As the distribution wound down, it became clear that the level of need in Vovchans’k exceeded what Volonter68 had on hand – dozens of people waiting in line were left disappointed.

Residents of Vovchans’k, Ukraine – just six kilometres from the border with Russia – receive aid packages from the volunteer group Volonter68. Need in the town outstripped what the volunteers had on hand.

In another recently liberated village where the group distributed aid, Serhiy said Russian soldiers took the residents’ food, including their livestock, during the occupation. “People had to hide their chickens inside their homes,” he said.

Many people who live in the countryside have their own vegetable plots, fruit trees and wells for drinking water. And Ukrainians – even in cities – frequently pickle and preserve fresh produce during the summer to save it for the winter.

These traditions have proved to be life-saving for many people who lost their sources of income and access to supplies.

In the tiny village of Hodoryava, we met an 84-year-old woman who gave her name as Baba Shura, or “Granny Shura”.

The village was home to about 60 people before the war, but only around 15 remain. Her children live in a nearby small town and had urged her to leave for Kharkiv city. But like many Ukrainians who live in rural areas, especially the elderly, she refused.

After all, she said, she had worked three decades in a railway station to buy her home and land, so she wasn’t about to leave it all behind.

When Ukrainian soldiers liberated the village, soldiers stopped by her house and asked to buy eggs and potatoes. She gave it to them for free. “It was like having your children come home,” she said.

But homegrown vegetables can only go so far, and supplies will likely run low this winter, with planting, harvesting, and pickling interrupted by the war. Recently, when Volonter68 distributed aid to residents in liberated villages, “they trembled [with excitement] when they saw the bread we were giving them,” Serhiy said.

Perhaps the single biggest concern in recently liberated areas – and across Ukraine – is how people will keep warm when winter begins to set in starting next month.

“The upcoming winter will be one of the harshest Ukrainians are ever going to face,” European Commissioner for Crisis Management Janez Lenarčič warned last month. “In addition to Russia’s ruthless attacks, Ukrainians will be threatened by freezing temperatures due to damaged housing and heating systems.”

In normal times, people in rural areas burn firewood in stoves and furnaces for heating. But even the entrepreneurs who cut wood from forests and sell it by truckload aren’t able to work this year: The forests are mined and likely littered with other dangerous unexploded ordnance.

To the east of Kharkiv, in the liberated village of Vasylenkove, Svitlana Vasilaynia, 59, and Serhiy Vladimirovich, 67, sat on a bench outside the walls of their home petting their cats, not far from the school where the Russian soldiers had set up their base in the town.

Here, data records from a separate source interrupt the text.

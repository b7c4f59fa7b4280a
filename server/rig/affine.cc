// SPDX-License-Identifier: Apache-2.0
// Affine forms by evaluation at 0 and at ± a large power of two along each axis.
#include "rig/affine.h"

#include <array>
#include <charconv>
#include <cmath>
#include <cstddef>
#include <cstdint>
#include <vector>

namespace steelyard::rig {
namespace {

constexpr int kPoints = 64;
constexpr double kTolerance = 1e-12;  // relative to the sum of the terms' sizes
constexpr double kTime = 1.7e9;

// A power of two, so that scaling is exact; large, so that a constant in the formula does not cost digits.
constexpr double kProbe = 1099511627776.0;  // 2^40

/// SplitMix64 (Steele, Lea, Flood 2014): a few lines that give the same points on every platform.
class Random {
 public:
  double uniform() {  // −1 to 1
    state_ += 0x9E3779B97F4A7C15ULL;
    std::uint64_t z = state_;
    z = (z ^ (z >> 30U)) * 0xBF58476D1CE4E5B9ULL;
    z = (z ^ (z >> 27U)) * 0x94D049BB133111EBULL;
    z ^= z >> 31U;
    return static_cast<double>(z >> 11U) * 0x1.0p-52 - 1.0;
  }

 private:
  std::uint64_t state_ = 20240229;
};

/// States and inputs in one row, so that each axis is treated alike.
struct Axes {
  engine::Formula& formula;
  std::size_t states;
  std::size_t inputs;

  [[nodiscard]] std::size_t size() const { return states + inputs; }
  [[nodiscard]] double at(const std::vector<double>& point) const {
    const std::span<const double> all(point);
    return formula.evaluate(all.first(states), all.subspan(states), kTime);
  }
};

// The probe leaves the last bits to chance (0.1 may come back as 0.10000000000000002): take the number of
// at most 12 digits where it is within them.
double without_rounding(double value) {
  std::array<char, 32> buffer{};
  const auto written =
      std::to_chars(buffer.data(), buffer.data() + buffer.size(), value, std::chars_format::scientific, 11);
  double rounded = value;
  std::from_chars(buffer.data(), written.ptr, rounded);
  return std::abs(rounded - value) <= 4e-15 * std::abs(value) ? rounded : value;
}

double slope(const Axes& axes, std::size_t axis) {
  std::vector<double> point(axes.size(), 0.0);
  point[axis] = kProbe;
  const double above = axes.at(point);
  point[axis] = -kProbe;
  return without_rounding((above - axes.at(point)) / (2.0 * kProbe)) + 0.0;  // no −0
}

bool agrees(const Axes& axes, const std::vector<double>& slopes, double constant,
            const std::vector<double>& point) {
  double sum = constant;
  double size = std::abs(constant);
  for (std::size_t i = 0; i < point.size(); ++i) {
    sum += slopes[i] * point[i];
    size += std::abs(slopes[i] * point[i]);
  }
  return std::isfinite(size) && std::abs(axes.at(point) - sum) <= kTolerance * size;  // false for nan
}

std::vector<double> random_point(std::span<const Region> regions, int number, Random& random) {
  std::vector<double> point;
  const double scale = std::pow(10.0, 1.5 + 4.5 * random.uniform());
  for (const Region& region : regions) {
    const double u = random.uniform();
    point.push_back(number % 2 == 0 ? region.centre + 3.0 * region.spread * u : scale * u);
  }
  return point;
}

}  // namespace

std::optional<engine::AffineForm> find_affine(engine::Formula& formula, std::span<const Region> states,
                                              std::span<const Region> inputs) {
  const Axes axes{formula, states.size(), inputs.size()};
  std::vector<Region> regions(states.begin(), states.end());
  regions.insert(regions.end(), inputs.begin(), inputs.end());

  const double constant = axes.at(std::vector<double>(axes.size(), 0.0)) + 0.0;  // no −0
  std::vector<double> slopes;
  for (std::size_t i = 0; i < axes.size(); ++i) slopes.push_back(slope(axes, i));

  Random random;
  for (int i = 0; i < kPoints; ++i) {
    if (!agrees(axes, slopes, constant, random_point(regions, i, random))) return std::nullopt;
  }
  const auto split = slopes.begin() + static_cast<std::ptrdiff_t>(states.size());
  return engine::AffineForm{{slopes.begin(), split}, {split, slopes.end()}, constant};
}

}  // namespace steelyard::rig
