// SPDX-License-Identifier: Apache-2.0
// The channels of a description.
#pragma once

#include <span>

#include "engine/model.h"
#include "rig/laws.h"
#include "rig/rig.h"
#include "rig/values.h"

namespace steelyard::rig {

struct ReadChannel {
  engine::ChannelModel model;
  ChannelLabels labels;
  bool is_affine = false;
};

/// Reads one entry of `channels`; what is wrong goes to the context's problems, and the default stands for
/// it.
[[nodiscard]] ReadChannel read_channel(const Item& item, std::span<const engine::StateModel> states,
                                       Context& context);

}  // namespace steelyard::rig
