// SPDX-License-Identifier: Apache-2.0
// The names that a description declares, and whether they may be used.
#pragma once

#include <string>
#include <string_view>
#include <vector>

#include "rig/problems.h"

namespace steelyard::rig {

/// One name declared by a description. `kind` is "constant", "state", "input" or "channel".
struct Declared {
  std::string name;
  std::string_view kind;
  Place at;
  std::string path;
};

/// Reports names of a wrong form, names that formulas or logs need for themselves, and names given to two
/// things; the later one in the text is the wrong one. Returns the names that formulas can use.
[[nodiscard]] std::vector<std::string> check_names(std::vector<Declared> declared, Problems& problems);

/// The name of a rig: [a-z0-9-], 1 to 63 characters.
[[nodiscard]] bool is_rig_name(std::string_view name);

}  // namespace steelyard::rig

“We can’t buy any wood because we don’t have money, and no one is selling any because it’s too dangerous. We are hoping for God’s plan.”

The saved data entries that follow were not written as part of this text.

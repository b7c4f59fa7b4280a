// SPDX-License-Identifier: Apache-2.0
// Collects what is wrong with a description, wherever it is found, and hands it out in the order of the text.
#pragma once

#include <cstddef>
#include <string>
#include <string_view>
#include <vector>

#include "rig/rig.h"

namespace steelyard::rig {

/// A position in the text. Both count from 1; the column counts bytes (Problem counts characters).
struct Place {
  int line = 0;
  int column = 0;
};

class Problems {
 public:
  /// `text` must outlive this object.
  Problems(std::string_view file, std::string_view text);

  void add(Place at, std::string_view field, std::string message);
  [[nodiscard]] bool empty() const { return found_.empty(); }
  /// More would not help anybody: callers may stop looking. add() drops what comes after.
  [[nodiscard]] bool full() const { return found_.size() >= kMaxFound; }
  /// Sorted by position; a last one says so if there were too many.
  [[nodiscard]] std::vector<Problem> take();

 private:
  static constexpr std::size_t kMaxFound = 1000;
  static constexpr std::size_t kMaxListed = 100;
  [[nodiscard]] std::vector<std::size_t> line_starts() const;
  void count_characters(std::vector<Problem>& listed) const;

  std::string file_;
  std::string_view text_;
  std::vector<Problem> found_;
};

/// Text of the description as it may stand in a message: short, without control characters.
[[nodiscard]] std::string shown(std::string_view text);

/// `parent`.`key`, or `key` alone at the top.
[[nodiscard]] std::string join(std::string_view parent, std::string_view key);

}  // namespace steelyard::rig
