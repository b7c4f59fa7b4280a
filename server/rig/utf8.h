// SPDX-License-Identifier: Apache-2.0
// Whether bytes are text.
#pragma once

#include <cstddef>
#include <optional>
#include <string_view>

namespace steelyard::rig {

/// Index of the first byte that cannot stand in a text file: not valid UTF-8 (RFC 3629), or a control
/// character other than tab, line feed and carriage return.
[[nodiscard]] std::optional<std::size_t> first_bad_byte(std::string_view text);

}  // namespace steelyard::rig
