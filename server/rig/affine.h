// SPDX-License-Identifier: Apache-2.0
// Whether a formula is exactly affine in states and inputs, found by evaluating it.
#pragma once

#include <optional>
#include <span>

#include "engine/model.h"

namespace steelyard::rig {

/// Where the machine usually is: a nonlinearity near there must not be missed.
struct Region {
  double centre = 0.0;
  double spread = 1.0;
};

/// The affine form of `formula`, or nullopt where it differs by more than rounding at any of 64 random points
/// (fixed seed): half of them within `states` and `inputs`, half at sizes from 1e-3 to 1e6. The formula must
/// not depend on time.
[[nodiscard]] std::optional<engine::AffineForm> find_affine(engine::Formula& formula,
                                                            std::span<const Region> states,
                                                            std::span<const Region> inputs);

}  // namespace steelyard::rig
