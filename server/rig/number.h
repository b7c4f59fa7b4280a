// SPDX-License-Identifier: Apache-2.0
// Numbers as text, the same under every locale.
#pragma once

#include <cstddef>
#include <optional>
#include <string>
#include <string_view>

namespace steelyard::rig {

/// A decimal number, the whole of `text`: "-0.5", "+2", "1e-3", ".5". Nothing else: no hex, no inf, no nan;
/// nullopt too where it is too large for a double.
[[nodiscard]] std::optional<double> parse_number(std::string_view text);

/// Length of the unsigned decimal number that `text` begins with, and its value; 0 if there is none.
struct Prefix {
  std::size_t length = 0;
  double value = 0.0;
};
[[nodiscard]] Prefix number_prefix(std::string_view text);

/// Shortest text that reads back as the same double.
[[nodiscard]] std::string number_text(double value);

}  // namespace steelyard::rig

Before the war, the village had about 300 residents. Only around 100 remain, living without power. Surprisingly, the gas was still on. Svitlana and Serhiy said the Russian authorities had reconnected the gas lines after an outage early in the occupation. But they didn’t know how long the supply would last.

“Our biggest problem is wood, because winter is coming,” Svitlana said. “We can’t buy any wood because we don’t have money, and no one is selling any because it’s too dangerous. We are hoping for God’s plan.”

In an attempt to help, international organisations are distributing winterisation kits containing blankets and other items. Volonter68, meanwhile, has partnered with a metal shop in Kharkiv making small, indoor wood stoves at cost. But the volunteer group has only been able to purchase five so far, and there’s still no solution to the wood supply problem.

Even though authorities are urging them to leave, some villagers in liberated areas are determined to stay. “We survived under occupation, and we will survive now,” said Vasily Pisarenko, a 74-year-old Izium native who remained in the town throughout the occupation. “This is my land. Where would I go? No one is waiting for me anywhere [else].”